Additionally, in various implementations, program instructions include behavioral-level descriptions or register-transfer level (RTL) descriptions of the hardware functionality in a high level programming language such as C, or a design language (HDL) such as Verilog, VHDL, or database format such as GDS II stream format (GDSII). In some cases the description is read by a synthesis tool, which synthesizes the description to produce a netlist including a list of gates from a synthesis library. The netlist includes a set of gates, which also represent the functionality of the hardware including the system. The netlist is then placed and routed to produce a data set describing geometric shapes to be applied to masks. The masks are then used in various semiconductor fabrication steps to produce a semiconductor circuit or circuits corresponding to the system.
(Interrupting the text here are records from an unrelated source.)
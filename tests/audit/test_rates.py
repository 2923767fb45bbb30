"""Simulated meters: false alarms come at the stated rate, and errors of the stated size are found at the stated rate.

Seeded; the bounds are those that a binomial count with the stated rate keeps in 99.9 % of all series. Rates and sizes:
Baarda, A Testing Procedure for Use in Geodetic Networks, 1968, from memory; Sidak, Rectangular confidence regions for
the means of multivariate normal distributions, J. Amer. Statist. Assoc. 62 (1967), from memory.
"""

from collections.abc import Iterator
from dataclasses import dataclass, replace
from functools import cache

import numpy as np
import pandas as pd
import pytest
from scipy.stats import binom, chi2

from dec.audit.questions import balance, loops
from dec.audit.record import Audit
from dec.audit.tested.single_errors import CRITICAL
from dec.calculus.columns import Column
from dec.calculus.dataset import Dataset

N = 2000
BLOCK = 100  # networks that are put into one audit, as parts that nothing joins, where each by itself takes too long
FIVE_PER_CENT = 1.959964
ENDS = [("S", "A"), ("A", "B"), ("A", "C"), ("B", "C"), ("C", "D"), ("B", "D"), ("D", "T"), ("C", "C"), ("C", "E")]
ENDS += [("E", "D"), ("E", "E2")]
FLOW = np.array([8.0, 5.0, 3.0, 1.5, 2.5, 3.5, 8.0, 0.0, 2.0, 2.0, 0.0])
HEIGHT = dict(zip(["S", "A", "B", "C", "D", "E", "E2", "T"], [0.0, 2, 3, -1, 5, 4, 4, 7], strict=True))
HELD = ("S", "B", "T")
PLACES = list(HEIGHT)
TRUE = {"balance": FLOW, "loop": np.array([HEIGHT[b] - HEIGHT[a] for a, b in ENDS])}
SD = np.array([0.1, 0.2, 0.1, 0.3, 0.1, 0.15, 0.1, 0.1, 0.2, 0.1, 0.1])
LAWS = ["balance", "loop"]
KNOWN_EDGES = [1, 4, 8]
KNOWN_PLACE = {"balance": "C", "loop": "B"}  # a leak there, or an error of the held potential
GROUPS = ["one", "one", "", "two", "two", "one", "", "", "two", "one", "one"]
COMMON_SD = 0.2


def bounds(rate: float, n: int = N) -> tuple[int, int]:
    return int(binom.ppf(0.0005, n, rate)), int(binom.ppf(0.9995, n, rate))


def keeps(count: int, rate: float, n: int = N) -> bool:
    low, high = bounds(rate, n)
    return low <= count <= high


def networks(ends: list[tuple[str, str]], count: int) -> Dataset:
    """So many networks side by side: vertex A of the third is called A.2."""
    edges = [(f"{a}{b}{e}.{k}", f"{a}.{k}", f"{b}.{k}") for k in range(count) for e, (a, b) in enumerate(ends)]
    places = list(dict.fromkeys([*PLACES, *(end for pair in ends for end in pair)])) if ends is ENDS else None
    names = [f"{v}.{k}" for k in range(count) for v in places] if places else None
    frame = pd.DataFrame(edges, columns=["id", "from", "to"])
    return Dataset.from_frames(frame, None if names is None else pd.DataFrame({"id": names}))


def with_column(net: Dataset, **values: object) -> Dataset:
    columns = {name: Column(name, np.asarray(cells)) for name, cells in values.items()}
    return replace(net, columns={0: net.columns[0], 1: {**net.columns.get(1, {}), **columns}})


def asked(law: str, net: Dataset, count: int, *, too_high: float = 0.0, **options) -> Audit:
    """The audit of `count` networks; `too_high` is added to what is held at the known place."""
    if law == "balance":
        return balance(net, "y", open=[f"{v}.{k}" for k in range(count) for v in "ST"], **options)
    at_fault = KNOWN_PLACE["loop"]
    held = {f"{v}.{k}": HEIGHT[v] + too_high * (v == at_fault) for k in range(count) for v in HELD}
    return loops(net, "y", fixed=held, **options)


@dataclass(frozen=True)
class Series:
    """What N audits of one network each say; arrays of N rows."""

    audits: list[Audit]

    def figures(self, table: str, column: str) -> np.ndarray:
        n = len(ENDS) if table == "edges" else len(PLACES)
        return np.array([audit.tables[table][column][:n] for audit in self.audits])


@cache
def clean(law: str) -> Series:
    rng, net = np.random.default_rng(20), networks(ENDS, 1)
    readings = TRUE[law] + SD * rng.standard_normal((N, len(SD)))
    return Series([asked(law, with_column(net, y=reading), 1, sd=SD, sidak=True) for reading in readings])


def blocks(law: str, readings: np.ndarray, **options) -> Iterator[Audit]:
    """Audits of a hundred networks each, one row of readings a network."""
    net = networks(ENDS, BLOCK)
    for rows in readings.reshape(-1, BLOCK * len(ENDS)):
        yield asked(law, with_column(net, y=rows), BLOCK, sd=np.tile(SD, BLOCK), **options)


def per_network(audits: list[Audit], table: str, column: str) -> np.ndarray:
    """A column of the audits of blocks, one row a network."""
    n = BLOCK * (len(ENDS) if table == "edges" else len(PLACES))
    return np.concatenate([audit.tables[table][column][:n].reshape(BLOCK, -1) for audit in audits])


@pytest.mark.parametrize("law", LAWS)
def test_a_network_among_others_has_the_figures_that_it_has_alone(law: str):
    """So that the series below may put a hundred into one audit."""
    series = clean(law)
    readings = series.figures("edges", "value")[:BLOCK]
    together = list(blocks(law, readings))
    for table, column in (("edges", "adjusted"), ("edges", "adjusted_sd"), ("edges", "statistic"),
                          ("vertices", "fault_sd"), ("vertices", "fault_statistic")):  # fmt: skip
        alone = series.figures(table, column)[:BLOCK]
        np.testing.assert_allclose(per_network(together, table, column), alone, rtol=1e-9, atol=1e-9)
    assert together[0].chi_square == pytest.approx(sum(a.chi_square for a in series.audits[:BLOCK]), rel=1e-9)


@pytest.mark.parametrize(("law", "dof"), [("balance", 6), ("loop", 6)])
def test_clean_meters_fail_the_global_test_in_five_per_cent(law: str, dof: int):
    audits = clean(law).audits
    assert {audit.dof for audit in audits} == {dof}
    assert keeps(sum(not audit.holds for audit in audits), 0.05)
    assert np.mean([audit.chi_square for audit in audits]) == pytest.approx(dof, abs=3.3 * np.sqrt(2 * dof / N))


@pytest.mark.parametrize("law", LAWS)
@pytest.mark.parametrize(("limit", "rate"), [(CRITICAL, 0.001), (FIVE_PER_CENT, 0.05)])
def test_the_test_of_one_known_error_keeps_its_rate_on_clean_meters(law: str, limit: float, rate: float):
    statistic = clean(law).figures("edges", "statistic")
    for edge in KNOWN_EDGES:
        assert keeps((statistic[:, edge] > limit).sum(), rate)
    place = PLACES.index(KNOWN_PLACE[law])
    assert keeps((clean(law).figures("vertices", "fault_statistic")[:, place] > limit).sum(), rate)


@pytest.mark.parametrize("edge", KNOWN_EDGES)
@pytest.mark.parametrize("law", LAWS)
def test_an_error_of_the_detectable_size_is_found_in_eighty_per_cent(law: str, edge: int):
    rng = np.random.default_rng(21 + edge)
    readings = TRUE[law] + SD * rng.standard_normal((N, len(SD)))
    readings[:, edge] += clean(law).audits[0].tables["edges"]["detectable"][edge]
    statistic = per_network(list(blocks(law, readings)), "edges", "statistic")[:, edge]
    assert keeps((statistic > CRITICAL).sum(), 0.8)


@pytest.mark.parametrize("law", LAWS)
def test_a_fault_at_a_vertex_of_the_detectable_size_is_found_in_eighty_per_cent(law: str):
    """A leak that is fed by way of A, or a bench mark whose stated height is too high."""
    rng, place = np.random.default_rng(31), PLACES.index(KNOWN_PLACE[law])
    size = 4.13 * clean(law).audits[0].tables["vertices"]["fault_sd"][place]
    readings = TRUE[law] + SD * rng.standard_normal((N, len(SD)))
    if law == "balance":
        readings[:, [0, 2]] += size
    audits = list(blocks(law, readings, too_high=size))
    assert keeps((per_network(audits, "vertices", "fault_statistic")[:, place] > CRITICAL).sum(), 0.8)
    found = per_network(audits, "vertices", "fault")[:, place]
    assert found.mean() == pytest.approx(size, abs=3.3 * size / 4.13 / np.sqrt(N))


@pytest.mark.parametrize("law", LAWS)
def test_sidaks_limit_gives_at_most_the_stated_chance_of_any_suspect_where_tests_depend(law: str):
    """Sidak's inequality is one: dependent tests exceed together, so that fewer networks have a suspect at all."""
    audits = clean(law).audits
    alarms = sum(bool(audit.suspects) for audit in audits)
    assert 0 < alarms <= bounds(0.05)[1]
    edges, places = clean(law).figures("edges", "statistic"), clean(law).figures("vertices", "fault_statistic")
    largest = np.nanmax(np.hstack([edges, places]), axis=1)
    assert alarms == (largest > audits[0].asked["critical"]).sum()


def test_sidaks_limit_gives_just_the_stated_chance_where_tests_are_independent():
    """Ten meters in pairs along pipes that nothing joins: two meters and the leak between them are one test."""
    ends, tests = [("S", "J"), ("J", "T")], 10
    rng, net = np.random.default_rng(41), networks(ends, tests * BLOCK)
    opened = [f"{v}.{k}" for k in range(tests * BLOCK) for v in "ST"]
    few = balance(
        with_column(networks(ends, tests), y=[1.0] * (2 * tests)), "y", 1.0, opened[: 2 * tests], sidak=True
    )  # fmt: skip
    assert few.extra["chance"]["tests"] == tests
    largest = []
    for _ in range(N // BLOCK):
        readings = 5.0 + rng.standard_normal(2 * tests * BLOCK)
        audit = balance(with_column(net, y=readings), "y", 1.0, opened)
        largest.append(audit.tables["edges"]["statistic"].reshape(BLOCK, -1).max(axis=1))
    assert keeps((np.concatenate(largest) > few.asked["critical"]).sum(), 0.05)


def covers(audits: list[Audit], law: str) -> list[bool]:
    """For each edge, and vertex with a potential: whether the truth lies within 1.96 sd in 95 % of N networks.

    What the law alone decides (a dead end, a self-loop, a held height) has no sd but rounding, and is the truth.
    """
    kept = []
    for table, column, true in (("edges", "adjusted", TRUE[law]), ("vertices", "potential", [*HEIGHT.values()])):
        value, sd = (per_network(audits, table, name) for name in (column, f"{column}_sd"))
        for k in np.flatnonzero(~np.isnan(sd[0])):
            miss, decided = np.abs(value[:, k] - true[k]), sd[:, k].max() < 1e-12
            inside = miss <= FIVE_PER_CENT * sd[:, k]
            kept.append(bool(miss.max() < 1e-12) if decided else keeps(inside.sum(), 0.95))
    return kept


def chi_square_is_ordinary(audits: list[Audit]) -> bool:
    low, high = chi2.ppf([0.0005, 0.9995], sum(audit.dof for audit in audits))
    return low <= sum(audit.chi_square for audit in audits) <= high


@pytest.mark.parametrize("law", LAWS)
def test_adjusted_values_of_correlated_readings_are_as_sure_as_they_say(law: str):
    """A pipe without a meter among them; left out of account, the common errors would spoil it."""
    rng = np.random.default_rng(51)
    readings = TRUE[law] + SD * rng.standard_normal((N, len(SD)))
    for group in ("one", "two"):
        readings[:, [e for e, name in enumerate(GROUPS) if name == group]] += (
            COMMON_SD * rng.standard_normal(N)[:, None]
        )
    readings[:, 5] = np.nan
    names = [f"{name}.{k}" if name else "" for k in range(BLOCK) for name in GROUPS]
    net = with_column(networks(ENDS, BLOCK), meter=np.array(names, dtype=object))
    known, ignored = [], []
    for rows in readings.reshape(-1, BLOCK * len(ENDS)):
        one = with_column(net, y=rows)
        known.append(asked(law, one, BLOCK, sd=np.tile(SD, BLOCK), common="meter", common_sd=COMMON_SD))
        ignored.append(asked(law, one, BLOCK, sd=np.tile(SD, BLOCK)))
    assert {known[0].edges["standing"][5]} == {"inferred"}
    assert len(covers(known, law)) >= len(ENDS)
    assert all(covers(known, law))
    assert chi_square_is_ordinary(known)
    assert not all(covers(ignored, law))
    assert not chi_square_is_ordinary(ignored)


SENSORS = [  # edge, sensor's sd in its own unit, mounted, factor
    (0, 0.1, 1, ""), (0, 0.2, -1, ""), (1, 0.2, 1, ""), (2, 0.1, 1, "0.5"), (2, 0.3, 1, ""), (2, 0.1, -1, "2"),
    (3, 0.3, 1, ""), (4, 0.05, 1, "3.6"), (4, 0.3, 1, ""), (6, 0.1, -1, ""), (7, 0.1, 1, ""), (8, 0.2, 1, ""),
    (9, 0.1, 1, ""), (10, 0.1, 1, ""), (10, 0.15, -1, "0.5"),
]  # fmt: skip


@pytest.mark.parametrize("law", LAWS)
def test_adjusted_values_of_edges_read_several_times_are_as_sure_as_they_say(law: str):
    """Sensors that are mounted the other way round or read another unit among them, and an edge that none reads."""
    rng, net = np.random.default_rng(61), networks(ENDS, BLOCK)
    names = net.complex.edge_ids
    table = pd.DataFrame(
        [(names[k * len(ENDS) + e], mounted, factor) for k in range(BLOCK) for e, _, mounted, factor in SENSORS],
        columns=["edge", "mounted", "factor"],
    )
    edge, sd, mounted = (np.array([row[i] for row in SENSORS]) for i in range(3))
    factor = np.array([float(row[3] or 1) for row in SENSORS])
    audits = []
    for _ in range(N // BLOCK):
        own = mounted * TRUE[law][edge] / factor + sd * rng.standard_normal((BLOCK, len(SENSORS)))
        table["y"] = [repr(float(number)) for number in own.ravel()]
        audits.append(asked(law, net, BLOCK, sd=np.tile(sd, BLOCK), readings=table))
    plain = asked(law, with_column(networks(ENDS, 1), y=np.where(np.arange(11) == 5, np.nan, 1.0)), 1, sd=SD)
    assert audits[0].dof == BLOCK * (plain.dof + len(SENSORS) - 10)
    assert all(covers(audits, law))
    assert chi_square_is_ordinary(audits)
    statistic = np.concatenate([a.tables["readings"]["statistic"].reshape(BLOCK, -1) for a in audits])
    for k in np.flatnonzero(~np.isnan(statistic[0])):
        assert keeps((statistic[:, k] > FIVE_PER_CENT).sum(), 0.05)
Alternatively, the instructions on the computer accessible storage medium are the netlist (with or without the synthesis library) or the data set, as desired. Additionally, the instructions are utilized for purposes of emulation by a hardware based type emulator from such vendors as Cadence®, EVE®, and Mentor Graphics®.
Although the implementations above have been described in considerable detail, numerous variations and modifications will become apparent to those skilled in the art once the above disclosure is fully appreciated. It is intended that the following claims be interpreted to embrace all such variations and modifications.